This column
introduces Karlene Lukovitz as editor of MediaPost's Digital News Daily and author of the weekly Video Insider and Advanced TV Insider columns.
Ad-supported video
streaming service Tubi reports that is surpassed 20 million active monthly users and 94 million hours of content in May.
May also marked Tubi’s single biggest revenue month since its
launch in 2014, according to the company — although it did not reveal the actual numbers.
In January, Tubi announced that its revenue had grown by 180% in 2018, that it had reached
profitability in the fourth quarter, and that it would reinvest profits in more content acquisition during 2019.
The platform says it has made good on its promise to spend “over nine
figures” on content, and now offers more than 15,000 movies and TV series (totaling more than 44,000 hours) through more than 200 content partners, including studios such as Warner Bros.,
NBCUniversal, MGM and Lionsgate.
Tubi was integrated into Comcast’s X1 platform in late 2018, and into the Cox Contour platform this April.
All of this would seem heartening for
advertisers rooting for the viability of ad-supported VOD (AVOD) ventures.
“With linear TV ratings in continuing decline, advertising demand for OTT is strongest from brands replacing
lost reach with their TV spend,” Tubi declared in January. “In 2018, over 1,000 advertisers ran campaigns on Tubi, with the majority of the top CPG and automotive advertisers reaching
audiences in movies and TV shows on Tubi.”
But Tubi and so-far smaller, 100%-ad supported competitors including Pluto TV (16 million active users) and Xumo (about 5.5 million) are now
facing an even more daunting field of competitors, including next year’s launch of NBCUniversal’s own ad-supported entry. (That platform claims that it will launch with a projected
addressable audience of about 52 million, thanks to its free availability through parent Comcast’s cable services.)
That’s not even mentioning the pay-for arena. In addition to the
ongoing battle for the time and attention — if not money — of consumers against existing subscription-based juggernauts Netflix and Amazon, AVOD platforms will soon
be up against in-the-wings subscription-based platforms from players including Disney, Apple and WarnerMedia.
As fellow MediaPost columnist Wayne Friedman points out, competitors maintain that Netflix — which now has 60 million
U.S. viewers and 140 million viewers worldwide paying around $12 per month — will have to begin taking advertising to support the content investments that in turn drive subscriber acquisition
and retention.
Netflix spent about $13 billion on content last year, and is reportedly upping that to about $15 million this year.
But just over this past weekend, during the
SeriesFest conference in Denver, Netflix Chief Content Officer Ted Sarandos flatly denied that Netflix — which currently offers some 80 movies and 700 TV series — has any plans to take
advertising or bid on live sports, reports FierceVideo.
“Some things are just core to the proposition: ad-free
and on-demand are core to the proposition,” he said. “We think that for us, subscription is just a better way to monetize content.”
Now, saying a company has no
“plans” to do something obviously doesn’t preclude its plans changing at some point — or rule out that it might consider ad-supported offshoots.
But Sarandos said that
he sees another big plus for the subscription-based business model emerging.
Asked about the intensifying privacy, brand safety and antitrust pressures on Facebook and Google, he replied:
“I could not begin to predict any of that. I know that I feel good that we’re not in any of those businesses that draw that kind of fire. Another great reason not to sell
advertising.”
To state the obvious, despite all of the bluster and statistics-based predictions, no one can be certain which model(s) and platforms will prevail over the coming years, as
technology and consumer and governmental behaviors continue to evolve.

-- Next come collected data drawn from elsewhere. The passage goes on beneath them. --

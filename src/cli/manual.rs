//! `radsieve completions` and `radsieve man`: both come out of the one definition of the commands.

use std::io::Write;
use std::path::PathBuf;

use anyhow::Context;
use clap::CommandFactory;
use clap_complete::Shell;

use super::Exit;

/// What was typed after `completions`.
#[derive(Debug, clap::Args)]
pub struct CompletionArguments {
    /// The shell to write completions for.
    shell: Shell,
}

/// Writes a completion script to standard output.
pub fn completions(arguments: CompletionArguments) -> anyhow::Result<Exit> {
    let mut script = Vec::new();
    clap_complete::generate(
        arguments.shell,
        &mut super::Arguments::command(),
        "radsieve",
        &mut script,
    );
    std::io::stdout().write_all(&script)?;
    Ok(Exit::Done)
}

/// What was typed after `man`.
#[derive(Debug, clap::Args)]
pub struct ManArguments {
    /// The folder to write the pages into; made where it is missing.
    #[arg(long, value_name = "DIR")]
    out: PathBuf,
}

/// Writes one manual page for the program and one per command.
pub fn man(arguments: ManArguments) -> anyhow::Result<Exit> {
    let folder = &arguments.out;
    std::fs::create_dir_all(folder)
        .with_context(|| format!("cannot make the folder {}", folder.display()))?;
    clap_mangen::generate_to(super::Arguments::command(), folder)
        .with_context(|| format!("cannot write manual pages into {}", folder.display()))?;
    Ok(Exit::Done)
}
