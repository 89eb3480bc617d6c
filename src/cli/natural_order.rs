//! Natural order of paths: `g2` before `g10`.

use std::os::unix::ffi::OsStrExt;
use std::path::{Path, PathBuf};

/// Numbers inside of names count as numbers.
pub fn sort_naturally(paths: &mut [PathBuf]) {
    paths.sort_by_cached_key(|path| (natural_key(path), path.clone()));
}

#[derive(Debug, PartialEq, Eq, PartialOrd, Ord)]
enum Part {
    /// Digits without leading zeros; a longer number is a larger one.
    Number(usize, Vec<u8>),
    Text(Vec<u8>),
}

fn natural_key(path: &Path) -> Vec<Part> {
    let bytes = path.as_os_str().as_bytes();
    let runs = bytes.chunk_by(|one, next| one.is_ascii_digit() == next.is_ascii_digit());
    runs.map(|run| match run.first().is_some_and(u8::is_ascii_digit) {
        true => {
            let zeros = run.iter().take_while(|&&digit| digit == b'0').count();
            Part::Number(run.len() - zeros, run[zeros..].to_vec())
        }
        false => Part::Text(run.to_vec()),
    })
    .collect()
}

But wide-open accessibility to consumer data — which the industry has assumed will go hand-in-hand with content in
determining the future and survival of the fittest — may prove not to be a given going forward.
In distancing Netflix from the big social and search platforms during his SeriesFest
interview, Sarandos emphasized: “We don’t collect your data. I don’t know how old you are when you join Netflix. I don’t know if you’re black or white. We know your
credit card, but that’s just for payment, and all that stuff is anonymized.”

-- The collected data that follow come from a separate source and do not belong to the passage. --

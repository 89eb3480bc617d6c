//! `radsieve screen`: the screening tests over granules, their decisions into ledgers.

use std::io::Write;
use std::path::{Path, PathBuf};
use std::time::Duration;

use anyhow::Context;
use jiff::Timestamp;
use serde_json::{Value, json};

use super::exit::UsageError;
use super::footprint_at::{footprint, indices};
use super::heights::{CloudTop, Heights, cloud_top, cloud_top_words};
use super::inputs::{Inputs, Reading};
use super::instrument::{instrument, instrument_words, write_spectrum_evidence};
use super::output::{Output, tell_refused};
use super::rules::rulebook_or_builtin;
use super::{Exit, surroundings};
use crate::flags::{Author, Campaign, CampaignError, QualityMap};
use crate::review::{Producer, Record, Recorded, Review, read_bases, rulebook_of};
use crate::screening::{Evidence, Rulebook, Screened, TestEvidence, Verdict};
use crate::system::{Cancel, clean_text};

/// How long to wait for a slow disk before the decisions count as lost.
const PATIENCE: Duration = Duration::from_secs(60);

/// What was typed.
#[derive(Debug, clap::Args)]
#[command(after_help = "Examples:\n  \
    radsieve screen *.nc --campaign spring\n  \
    radsieve screen granule.nc --explain 12,34,5\n\n\
    A repeated run replaces what the same rulebook decided before; a person's word stands. Nothing \
    is clear by default: a footprint that no test could look at stays not assessed.\n\n\
    RADSIEVE_PERSON names who starts the tests; RADSIEVE_NOW stops the clock.")]
pub struct Arguments {
    #[command(flatten)]
    inputs: Inputs,
    #[command(flatten)]
    reading: Reading,
    #[command(flatten)]
    heights: Heights,
    /// The rulebook; where none is named, the campaign's own (rulebook.toml in its folder) or the
    /// built-in one.
    #[arg(long, value_name = "FILE")]
    rules: Option<PathBuf>,
    /// The campaign folder with the ledgers; made if it is not there.
    #[arg(long, value_name = "DIR", default_value = surroundings::DEFAULT_CAMPAIGN)]
    campaign: PathBuf,
    /// Screen, but write no decisions.
    #[arg(long)]
    dry_run: bool,
    /// Show one footprint's evidence, and write no decisions: its zero-based index along each
    /// footprint dimension, as in 12,34 or 12,34,5.
    #[arg(long, value_name = "INDICES", allow_hyphen_values = true)]
    explain: Option<String>,
    /// JSON in place of text.
    #[arg(long)]
    json: bool,
}

/// Where decisions go; `None` where none are written.
struct Desk {
    campaign: Campaign,
    author: Author,
    now: Timestamp,
}

/// What came of a file.
struct Outcome {
    screened: Screened,
    producer: Producer,
    recorded: Option<Recorded>,
}

/// Runs the command.
pub fn run(arguments: Arguments) -> anyhow::Result<Exit> {
    let files = arguments.inputs.files()?;
    let rulebook = rulebook(&arguments)?;
    let quality = quality(&arguments)?;
    let opening = arguments.reading.opening()?;
    let heights = arguments.heights.method()?;
    let open = |file: &Path| -> anyhow::Result<Review> {
        let review = Review::open(&opening, file)?.heeding(&quality).taking(heights.clone());
        tell_refused(review.granule());
        let bases = read_bases(&arguments.campaign, review.granule(), &opening)?;
        Ok(review.knowing(bases))
    };
    if let Some(position) = &arguments.explain {
        let position = indices("--explain", position)?;
        let [file] = &files[..] else {
            return Err(UsageError("--explain takes one file".into()).into());
        };
        return explain(&open(file)?, file, &rulebook, &position, arguments.json);
    }
    let desk = if arguments.dry_run { None } else { Some(desk(&arguments, &rulebook)?) };
    let mut failed = 0;
    let mut output = Output::default();
    let mut entries = Vec::new();
    for file in &files {
        let outcome = open(file).and_then(|review| one_file(&review, &rulebook, desk.as_ref()));
        failed += usize::from(outcome.is_err());
        tell(file, &outcome, (!arguments.json).then_some(&mut output));
        if arguments.json {
            entries.push(entry(file, &outcome));
        }
    }
    if arguments.json {
        let answer = json!({ "schema": 1, "rulebook": head(&rulebook), "files": entries });
        output.line(answer);
    }
    output.end(Exit::of_many(files.len() - failed, failed))
}

/// The rulebook that was named, else the campaign's own, else the built-in one.
fn rulebook(arguments: &Arguments) -> anyhow::Result<Rulebook> {
    if arguments.rules.is_some() {
        return rulebook_or_builtin(arguments.rules.as_deref());
    }
    match Campaign::open(&arguments.campaign) {
        Ok(campaign) => Ok(rulebook_of(&campaign).map_err(|error| UsageError(error.to_string()))?),
        Err(CampaignError::Missing(_)) => rulebook_or_builtin(None),
        Err(error) => Err(error.into()),
    }
}

/// What the campaign makes of the producer's word on quality.
fn quality(arguments: &Arguments) -> anyhow::Result<QualityMap> {
    match Campaign::open(&arguments.campaign) {
        Ok(campaign) => Ok(campaign.settings().quality.clone()),
        Err(CampaignError::Missing(_)) => Ok(QualityMap::default()),
        Err(error) => Err(error.into()),
    }
}

fn desk(arguments: &Arguments, rulebook: &Rulebook) -> anyhow::Result<Desk> {
    let now = surroundings::now()?;
    let campaign = Campaign::open_or_create(&arguments.campaign)?;
    for problem in &campaign.settings().problems {
        say!("radsieve: {}", clean_text(problem));
    }
    let vocabulary = &campaign.settings().vocabulary;
    for flag in rulebook.flags() {
        if vocabulary.by_name(flag).is_none() {
            let known: Vec<&str> =
                vocabulary.kinds().iter().map(|kind| kind.name.as_str()).collect();
            let message = format!(
                "the rulebook sets the flag {}, which the campaign does not have; it has {}",
                clean_text(flag),
                known.join(", ")
            );
            return Err(UsageError(message).into());
        }
    }
    Ok(Desk { campaign, author: surroundings::author(), now })
}

fn one_file(review: &Review, rulebook: &Rulebook, desk: Option<&Desk>) -> anyhow::Result<Outcome> {
    let screened = review.screen(rulebook, &Cancel::new())?;
    let recorded = match desk {
        None => None,
        Some(desk) => Some(record(desk, review, &screened)?),
    };
    Ok(Outcome { screened, producer: review.producer().clone(), recorded })
}

fn record(desk: &Desk, review: &Review, screened: &Screened) -> anyhow::Result<Recorded> {
    let version = concat!("radsieve ", env!("CARGO_PKG_VERSION"));
    let identity = review.identify()?;
    let mut record = Record::open(&desk.campaign, identity, &desk.author, version, desk.now)?;
    for problem in record.problems() {
        say!("radsieve: {}", clean_text(problem));
    }
    let of_producer = record.producer_decides(review.producer(), desk.now)?;
    let mut recorded = record.tests_decide(screened, desk.now)?;
    recorded.written += of_producer.written;
    recorded.replaced += of_producer.replaced;
    recorded.unchanged &= of_producer.unchanged;
    record.close(PATIENCE).with_context(|| review.granule().name())?;
    Ok(recorded)
}

/// One line about each file on standard output; what went wrong on standard error.
fn tell(file: &Path, outcome: &anyhow::Result<Outcome>, lines: Option<&mut Output>) {
    let file = clean_text(&file.display().to_string());
    match outcome {
        Ok(outcome) => {
            for other in outcome.recorded.iter().flat_map(|recorded| &recorded.others) {
                let other = clean_text(other);
                say!("radsieve: {file}: decisions of the rulebook {other} stand as well");
            }
            for problem in &outcome.producer.problems {
                say!("radsieve: {file}: {problem}");
            }
            if let Some(output) = lines {
                for one in &outcome.producer.rejections {
                    let (count, flag) = (one.footprints.len(), &one.flag);
                    let words = format!("{}: {count} footprints {flag}, {}", one.variable, one.why);
                    say!("radsieve: {file}: rejected by the producer's {words}");
                }
                output.line(format_args!("{file}: {}", line(&outcome.screened)));
            }
        }
        Err(error) => {
            let words = format!("{error:#}");
            let named = words.contains(&file);
            let words = clean_text(&words);
            say!("radsieve: {}", if named { words } else { format!("{file}: {words}") });
        }
    }
}

fn line(screened: &Screened) -> String {
    let summary = screened.summary();
    let percent = |count: usize| format!("{:.1} %", percent(count, summary.footprints));
    let mut parts: Vec<String> = summary
        .flagged
        .iter()
        .filter(|(_, count)| *count > 0)
        .map(|(flag, count)| format!("{flag} {}", percent(*count)))
        .collect();
    parts.push(format!("no flag {}", percent(summary.no_flag)));
    parts.push(format!("not assessed {}", percent(summary.not_assessed)));
    if summary.mean_doubt.is_finite() {
        parts.push(format!("mean doubt {:.2}", summary.mean_doubt));
    }
    let instrument = screened.examined.as_ref().map(instrument_words).unwrap_or_default();
    format!("{} footprints: {}{instrument}", summary.footprints, parts.join(", "))
}

fn percent(count: usize, all: usize) -> f64 {
    if all == 0 { 0.0 } else { 100.0 * count as f64 / all as f64 }
}

fn head(rulebook: &Rulebook) -> Value {
    json!({
        "name": rulebook.name,
        "fingerprint": rulebook.fingerprint,
        "calibration": rulebook.calibration,
    })
}

fn entry(file: &Path, outcome: &anyhow::Result<Outcome>) -> Value {
    let file = file.display().to_string();
    let outcome = match outcome {
        Ok(outcome) => outcome,
        Err(error) => return json!({ "file": file, "error": format!("{error:#}") }),
    };
    let summary = outcome.screened.summary();
    let flagged: serde_json::Map<String, Value> =
        summary.flagged.iter().map(|(flag, count)| (flag.clone(), json!(count))).collect();
    json!({
        "file": file,
        "footprints": summary.footprints,
        "flagged": flagged,
        "no_flag": summary.no_flag,
        "not_assessed": summary.not_assessed,
        "rejected_by_producer": outcome.producer.rejections.iter().map(|one| json!({
            "variable": one.variable,
            "flag": one.flag,
            "footprints": one.footprints.len(),
            "why": one.why,
        })).collect::<Vec<_>>(),
        "producer_problems": outcome.producer.problems,
        "mean_doubt": summary.mean_doubt.is_finite().then_some(summary.mean_doubt),
        "tests": tests(&outcome.screened),
        "instrument": outcome.screened.examined.as_ref().map(instrument),
        "decisions": outcome.recorded.as_ref().map(|recorded| json!({
            "written": recorded.written,
            "replaced": recorded.replaced,
            "unchanged": recorded.unchanged,
        })),
    })
}

/// How often each test spoke, and why it could not.
fn tests(screened: &Screened) -> Vec<Value> {
    let tests = screened.rulebook.tests.iter().zip(&screened.tests);
    tests
        .map(|(test, result)| {
            let count = |wanted: Verdict| {
                result.verdicts.iter().filter(|verdict| **verdict == wanted).count()
            };
            json!({
                "name": test.name,
                "for": count(Verdict::For),
                "against": count(Verdict::Against),
                "other_surface": count(Verdict::OtherSurface),
                "guarded": count(Verdict::Guarded) + count(Verdict::GuardUnknown),
                "missing": count(Verdict::Missing) + count(Verdict::NotPositive),
                "not_in_file": (!result.lacks.is_empty()).then_some(&result.lacks),
                "substitute": result.way.filter(|way| *way > 0),
            })
        })
        .collect()
}

fn explain(
    review: &Review,
    file: &Path,
    rulebook: &Rulebook,
    position: &[usize],
    json: bool,
) -> anyhow::Result<Exit> {
    let number = footprint("--explain", review.granule().footprints(), position)?;
    let screened = review.screen(rulebook, &Cancel::new())?;
    let evidence = screened.evidence(number).context("the footprint is gone")?;
    let height = cloud_top(review, number)?;
    let mut out = std::io::stdout().lock();
    if json {
        let names = review.granule().footprints().names().iter().cloned();
        let position: serde_json::Map<String, Value> =
            names.zip(position.iter().map(|index| Value::from(*index))).collect();
        let answer = json!({
            "file": file.display().to_string(),
            "position": position,
            "rulebook": head(rulebook),
            "rejected_by_producer": review.producer().why(number),
            "cloud_height": height.as_ref().map(CloudTop::as_json),
            "evidence": evidence,
        });
        writeln!(out, "{answer}")?;
    } else {
        if let Some(why) = review.producer().why(number) {
            writeln!(out, "rejected, no test looks at it: {}", clean_text(&why))?;
        }
        write_evidence(&evidence, rulebook, &mut out)?;
        writeln!(out, "\n{}", cloud_top_words(height.as_ref()))?;
    }
    Ok(Exit::Done)
}

fn write_evidence(
    evidence: &Evidence,
    rulebook: &Rulebook,
    out: &mut dyn Write,
) -> std::io::Result<()> {
    let surface = evidence.surface.as_deref().unwrap_or("none that the rulebook knows");
    writeln!(out, "surface {surface}; rulebook {} ({})", rulebook.name, rulebook.fingerprint)?;
    let assessed = if evidence.assessed { "assessed" } else { "not assessed" };
    writeln!(out, "{assessed}, doubt {:.2}", evidence.doubt)?;
    writeln!(out, "weights: {}", rulebook.calibration)?;
    for flag in &evidence.flags {
        let set = if flag.set { "set" } else { "not set" };
        match flag.probability {
            None => writeln!(out, "\n{}: no test could speak", flag.flag)?,
            Some(probability) => writeln!(
                out,
                "\n{}: {set}; probability {probability:.3}, coverage {:.2}, doubt {:.2}",
                flag.flag, flag.coverage, flag.doubt
            )?,
        }
        for family in &flag.families {
            let tests = evidence.tests.iter().filter(|test| {
                (test.flag.as_str(), test.family.as_str()) == (&flag.flag, &family.family)
                    && test.verdict != Verdict::OtherSurface
            });
            let voice = family
                .log_odds
                .map_or("silent".to_owned(), |voice| format!("{voice:+.2} x {:.2}", family.weight));
            writeln!(out, "  {} {voice}", family.family)?;
            for test in tests {
                write_test(test, out)?;
            }
        }
    }
    write_spectrum_evidence(evidence, out)
}

fn write_test(test: &TestEvidence, out: &mut dyn Write) -> std::io::Result<()> {
    let number = |value: Option<f64>| value.map_or("missing".to_owned(), |v| format!("{v:.3}"));
    let symbol = if test.sense == "above" { ">" } else { "<" };
    let said = match (test.verdict, test.margin) {
        (Verdict::For, Some(margin)) => format!("for, margin {margin:+.2}"),
        (Verdict::Against, Some(margin)) => format!("against, margin {margin:+.2}"),
        _ => "not applicable".to_owned(),
    };
    let half = if test.halved { ", halved" } else { "" };
    let (value, threshold) = (number(test.value), number(test.threshold));
    writeln!(out, "    {}: {said}{half}", test.name)?;
    writeln!(out, "      {} = {value} {symbol} {threshold}?", test.expression)?;
    if !test.reason.is_empty() {
        writeln!(out, "      {}", test.reason)?;
    }
    if test.verdict.is_result() {
        writeln!(out, "      source: {}", test.source)?;
    }
    Ok(())
}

But as FierceVideo pointed out: “While
Netflix may not collect data initially when its subscribers sign up, it certainly collects a lot of data about them as they watch, even if those subscribers are anonymous… Netflix has the
ability to collect myriad data points for its 150 million subscribers, including the date and time people watch; the device used to watch; the location of the device; when a subscriber pauses, rewinds
or fast-forwards; the ratings that a subscriber gives; and search history.”
That data — much-coveted from afar by advertisers — is currently used primarily to continually
refine search and recommendations to drive viewing time, which in turn drives subscriber perceptions of value and subscriber retention, according to Sarandos.
However, it’s not
inconceivable that the repeated, cynical abuses by players like Facebook, along with the news surrounding various Congressional hearings, might nudge even digital natives to begin questioning whether
they really want their every online and mobile move tracked in return for promises of a better, more tailored “experience.”